The invention relates to an industrial furnace for heating or heat treatment of workpieces with an oven chamber that is used to hold the workpieces, one Multiple fuel-operated burners for direct heating of the furnace chamber as well as a recuperation device for preheating the gas flowing to the burners Combustion air with the help of the hot exhaust gases extracted from the furnace chamber.

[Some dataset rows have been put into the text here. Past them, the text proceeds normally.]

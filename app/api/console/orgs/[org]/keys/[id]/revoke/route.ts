import { consoleRoute, idParam, json, sameOrigin, withOrgRole, withSession } from "@/lib/auth/guard";
import { revokeOrgKey } from "@/lib/console/keys";

export const POST = consoleRoute(
  sameOrigin(withSession(withOrgRole(["owner", "developer"], async (_req, ctx) => json(await revokeOrgKey(ctx.db, ctx.org, ctx.caller, idParam(ctx, "id")))))),
);
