import { methods } from "@/lib/api/methods";
import { consoleRoute, idParam, json, sameOrigin, withOrgRole, withSession } from "@/lib/auth/guard";
import { revokeOrgKey } from "@/lib/console/keys";

const revoke = consoleRoute(
  sameOrigin(withSession(withOrgRole(["owner", "developer"], async (_req, ctx) => json(await revokeOrgKey(ctx.db, ctx.org, ctx.caller, idParam(ctx, "id")))))),
);

export const { GET, HEAD, POST, PUT, PATCH, DELETE, OPTIONS } = methods({ POST: revoke });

Known industrial furnaces of the type mentioned have a central recuperator through which all the exhaust gases coming from the furnace are passed. A combustion air line runs through this central recuperator which flows through the entire combustion air for all burners.

Such a central recuperator has relatively large dimensions and is relatively unstable due to its large construction. Furthermore are long Supply lines to the individual burners required, which are separately insulated Need to become.

Another major disadvantage of the central recuperator is that Difficulty in dosing the combustion air. Depending on the The preheating temperatures of the combustion air are different in the burners Fuel / air mixtures which lead to insufficient combustion, so that the energy partially recovered by the recuperator from the bad ones Mixing proportions in the burners are destroyed again. There is no exact control is possible, there is also the risk that oxygen through the burner into the furnace chamber got.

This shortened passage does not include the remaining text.